Only one request appears to have reached the access log.

This is pretty puzzling since secure and web should have the same setup and same versions of everything, and slb001 and lb001 have essentially the same configuration, but I don't see this behavior on secure.

It looks like we can use mod_reqtimeout, a builtin module, to tailor this behavior.

epriestley added a commit: Restricted Diffusion Commit.Oct 16 2017, 3:04 PM
epriestley added a commit: Restricted Diffusion Commit.Oct 16 2017, 3:10 PM

The behavior of mod_reqtimeout is weird in production. Some of this is the LB, but some of it I don't have a good explanation for.

Locally, if I telnet localhost 80 from my machine and don't type anything with a 4s timeout configured, I get a timeout after 4s.

If I telnet secure.phabricator.com 80 and don't type anything from my laptop, I get a timeout after about a minute (maybe at the LB).

If I telnet localhost 80from secure001 and don't type anything, I get a timeout after about 30s. This isn't hitting the LB so it doesn't make much sense to me. Best guess: the production version of mod_reqtimeout is a little different from my local version, and doesn't work on requests with no bytes.

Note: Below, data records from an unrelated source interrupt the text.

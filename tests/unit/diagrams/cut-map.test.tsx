import { renderToStaticMarkup } from "react-dom/server";
import { describe, expect, it } from "vitest";
import { CutMap } from "@/components/diagrams/cut-map";
import { diagonalsOf, stripRuns } from "@/components/diagrams/cut-map-plan";
import { inches, length, yards } from "@/lib/core/measure/length";
import type { Blank, Strip, StripPlan, WasteAllowance } from "@/lib/core/piece/strip-plan";
import { elements, figure, labelOf, texts } from "./read-svg";

const NONE = length(0);

function blank(over: Partial<Blank> & Pick<Blank, "key">): Blank {
  return { pieceKey: over.key, label: over.key, along: inches(4), across: inches(4), count: 1, gives: 1, mayTurn: false, endWaste: NONE, mark: "plain", ...over };
}

function strip(startsAt: number, width: number, cuts: readonly [key: string, across: number, along: number][]): Strip {
  let at = 0;
  return {
    startsAt: inches(startsAt),
    width: inches(width),
    cuts: cuts.map(([key, across, along]) => {
      const cut = { blank: key, at: inches(at), across: inches(across), along: inches(along), turned: false };
      at += across;
      return cut;
    }),
  };
}

const STRIPS = [strip(0, 4, [["B", 4, 4], ["B", 4, 4], ["C", 10, 3]]), strip(4, 4, [["B", 4, 4]]), strip(8, 2.5, [["Binding", 40, 2.5]])];
const PLAN: StripPlan = {
  status: "optimal",
  usableWidth: inches(40),
  strips: STRIPS,
  length: inches(10.5),
  bounds: { strips: inches(10.5), anyLayout: inches(10.5) },
  work: { patterns: 0, programmes: 0, nodes: 0 },
};
const BLANKS = [blank({ key: "B", mark: "diagonal" }), blank({ key: "C" }), blank({ key: "Binding", mark: "long" })];
const ALLOWANCE: WasteAllowance = { net: PLAN.length, straightening: inches(1), misCuts: NONE, prewash: NONE, endOfBolt: NONE, rounding: NONE, cutLength: yards(0.5), fits: null };

describe("a cut map", () => {
  const markup = renderToStaticMarkup(<CutMap plan={PLAN} blanks={BLANKS} allowance={ALLOWANCE} system="yards" width={400} mostHeight={900} name="Midnight Ferry" />);
  const cloth = elements(markup, "rect", { "data-mark": "cloth" })[0];
  const scale = figure(cloth, "width") / 18;

  it("draws both ways at one scale", () => {
    expect(figure(cloth, "height") / 40).toBeCloseTo(scale, 2);
  });

  it("lays every sub-cut at its place and in its size", () => {
    const wanted = STRIPS.flatMap((each) => each.cuts.map((cut) => ({ key: cut.blank, x: (each.startsAt + inches(1)) / inches(1), y: cut.at / inches(1), width: cut.along / inches(1), height: cut.across / inches(1) })));
    const drawn = elements(markup, "rect").filter((each) => each["data-cut"] !== undefined);
    expect(drawn).toHaveLength(wanted.length);
    drawn.forEach((rect, index) => {
      const want = wanted[index];
      expect(rect["data-cut"]).toBe(want?.key);
      expect((figure(rect, "x") - figure(cloth, "x")) / scale).toBeCloseTo(want?.x ?? NaN, 1);
      expect((figure(rect, "y") - figure(cloth, "y")) / scale).toBeCloseTo(want?.y ?? NaN, 1);
      expect(figure(rect, "width") / scale).toBeCloseTo(want?.width ?? NaN, 1);
      expect(figure(rect, "height") / scale).toBeCloseTo(want?.height ?? NaN, 1);
    });
  });

  it("numbers strips in cutting order and measures them at the foot", () => {
    expect(texts(markup).slice(0, 20)).toEqual(expect.arrayContaining(["1", "2", "3"]));
    expect(texts(markup)).toEqual(expect.arrayContaining(["2 strips of 4 in", "2 1\u20442 in", "6 1\u20442"]));
  });

  it("says what it shows", () => {
    expect(labelOf(markup)).toBe(
      "Cut map of half a yard of Midnight Ferry, 40 inches wide, both ways at one scale: 1 inch squares the end; strips 1 to 2 are 4 inches wide and strip 3 is 2 and a half inches wide; 6 and a half inches stays spare.",
    );
  });

  it("stays inside the height it is given, still at one scale", () => {
    const low = renderToStaticMarkup(<CutMap plan={PLAN} blanks={BLANKS} system="metres" width={2000} mostHeight={300} name="Osier" />);
    const sheet = elements(low, "rect", { "data-mark": "cloth" })[0];
    expect(figure(elements(low, "svg")[0], "height")).toBeLessThanOrEqual(300);
    expect(figure(sheet, "width") / 10.5).toBeCloseTo(figure(sheet, "height") / 40, 1);
  });

  it("draws a plan of nothing", () => {
    const empty = renderToStaticMarkup(<CutMap plan={{ ...PLAN, strips: [], length: NONE }} blanks={[]} allowance={ALLOWANCE} system="yards" width={400} name="Osier" />);
    expect(labelOf(empty)).toContain("there is nothing to cut");
    expect(empty).not.toContain("NaN");
  });
});

describe("runs of strips", () => {
  it("join equal neighbours and say the least that is over", () => {
    expect(stripRuns(PLAN, BLANKS).map((run) => [run.first, run.count, run.width, run.over])).toEqual([
      [0, 2, inches(4), inches(22)],
      [2, 1, inches(2.5), NONE],
    ]);
  });

  it("count what is lost at slanting ends as used", () => {
    const slanting = blank({ key: "D", mark: "slant", endWaste: inches(2) });
    const plan = { ...PLAN, strips: [strip(0, 3, [["D", 3, 3], ["D", 3, 3]])] };
    expect(stripRuns(plan, [slanting])[0]?.over).toBe(inches(32));
  });
});

describe("diagonals", () => {
  const half = { kind: "half-rectangle", along: { exact: 2, ruler: length(2) }, across: { exact: 4, ruler: length(4) } } as const;
  const piece = { key: "E", letter: "E", name: "", role: "a", count: 1, cut: [], method: half, trimming: "trimmed-after-sewing", mayTurn: true } as const;

  it("cut squares once or twice, and nothing else", () => {
    expect(diagonalsOf(blank({ key: "B", mark: "both-diagonals" }), undefined, false)).toEqual({ rises: true, falls: true });
    expect(Object.values(diagonalsOf(blank({ key: "B", mark: "diagonal" }), undefined, false)).filter(Boolean)).toHaveLength(1);
    expect(diagonalsOf(blank({ key: "B" }), undefined, false)).toEqual({ rises: false, falls: false });
  });

  it("cut a rectangle along the diagonal of its hand, the other one when it is turned or mirrored", () => {
    const mark = blank({ key: "E", mark: "diagonal" });
    const finished = [[0, 0], [4, 2], [0, 2]] as const;
    const mirrored = [[4, 0], [4, 2], [0, 2]] as const;
    const way = diagonalsOf(mark, { ...piece, finished }, false);
    expect(diagonalsOf(mark, { ...piece, finished }, true)).toEqual({ rises: way.falls, falls: way.rises });
    expect(diagonalsOf(mark, { ...piece, finished: mirrored }, false)).toEqual({ rises: way.falls, falls: way.rises });
  });
});
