import type { Press } from "../press/press";
import { INK, type SheetPaper } from "../press/sheet-frame";
import { drawLine, drawParagraph } from "../press/type";

const INCH = 72;
const CENTIMETRE = 72 / 2.54;

/** Height of the mark with its words. */
export const TEST_MARK_HEIGHT = 34;

/** One inch on letter; on A4 one inch and 25 mm beneath it. A ruler laid on it tells whether the sheet was scaled. */
export function drawTestMark(press: Press, paper: SheetPaper, x: number, y: number, width: number): void {
  drawRuler(press, x, y, INCH, 8, 4, "1 in");
  if (paper === "a4") drawRuler(press, x + INCH + 22, y, 2.5 * CENTIMETRE, 25, 5, "25 mm");
  const textX = x + (paper === "a4" ? 2 * INCH + 40 : INCH + 16);
  const said = paper === "a4" ? "Lay a ruler on both. If they are not 1 in and 25 mm, print again at full size, without scaling." : "Lay a ruler on it. If it is not 1 in, print again at full size, without scaling.";
  const text = [{ text: "Test mark. ", face: "bold" }, { text: said, face: "text" }] as const;
  drawParagraph(press, text, { face: "text", size: 9, colour: INK }, textX, y - 1, { width: width - (textX - x), leading: 1.3, maxLines: 2 });
}

function drawRuler(press: Press, x: number, y: number, long: number, parts: number, middle: number, label: string): void {
  const { doc } = press;
  doc.moveTo(x, y).lineTo(x + long, y);
  for (let i = 0; i <= parts; i += 1) {
    const tick = i === 0 || i === parts ? 18 : i % middle === 0 ? 11 : 6;
    doc.moveTo(x + (long * i) / parts, y).lineTo(x + (long * i) / parts, y + tick);
  }
  doc.lineWidth(0.9).strokeColor(INK).stroke();
  drawLine(press, label, { face: "strong", size: 8.5, colour: INK }, x + long / 2, y + 27, { align: "centre" });
}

If I repeat the tests and type a GET / HTTP/1.0\r\n header but no second newline, I get a timeout after about 4 seconds from the time I hit return if I'm starting from secure001. If I'm starting locally, it takes a minute to timeout. This is probably also the LB. The LB might also have different HTTP vs HTTPS rules/behaviors.

If I use openssl s_client -connect secure.phabricator.com:443 and send a header from secure001, I get a timeout after 60s. Locally, my openssl is busted because of some kind of Apple/SecureTransport/Homebrew mess so who knows.

To the degree that the LB is just holding connections, that's totally fine: they aren't taking apache process slots, and the LB should reasonably be able to handle a very large number of simultaneous connections. So I'm not too worried about this stuff as long as it seems like LB behavior, rather than Apache ignoring the directive. Apache is respecting the directive at least some of the time, so I'm going to send it to production.


Additionally, I'm not totally sure what I captured in mod_status is actually me. Something is making a lot of requests (~10K/requests/day?) that just time out:

$ grep 408 /var/log/apache2/access_log_vhost.log.1 | wc -l
44802

I think mod_reqtimeout will let us deal with this stuff a little more aggressively.

epriestley added a commit: Restricted Diffusion Commit.Oct 16 2017, 3:39 PM

Something is making a lot of requests

The mod_reqtimeout change seems to have helped with these, at least. They're still happening, but getting kicked off after 4 seconds and not consuming 20+ process slots all the time.


I'm also no longer able to wedge the tier with a pre-patch arc upload <hundreds and hundreds of files>. I don't really have a complete picture of how these requests, general slot exhaustion from the ambient connection attempts, and mod_reqtimeout are interacting, but it seems like we're in better shape now.

epriestley lowered the priority of this task from Unbreak Now! to Normal.Oct 16 2017, 3:55 PM

I'm going to call this tentatively done and leave it open for a week or two to see if there's any fallout.

This made one thing meaningfully worse: the common preamble now has a hard-coded list of all cluster hosts. Not a huge deal, but something we should get rid of eventually.

This has been stable for about a week now.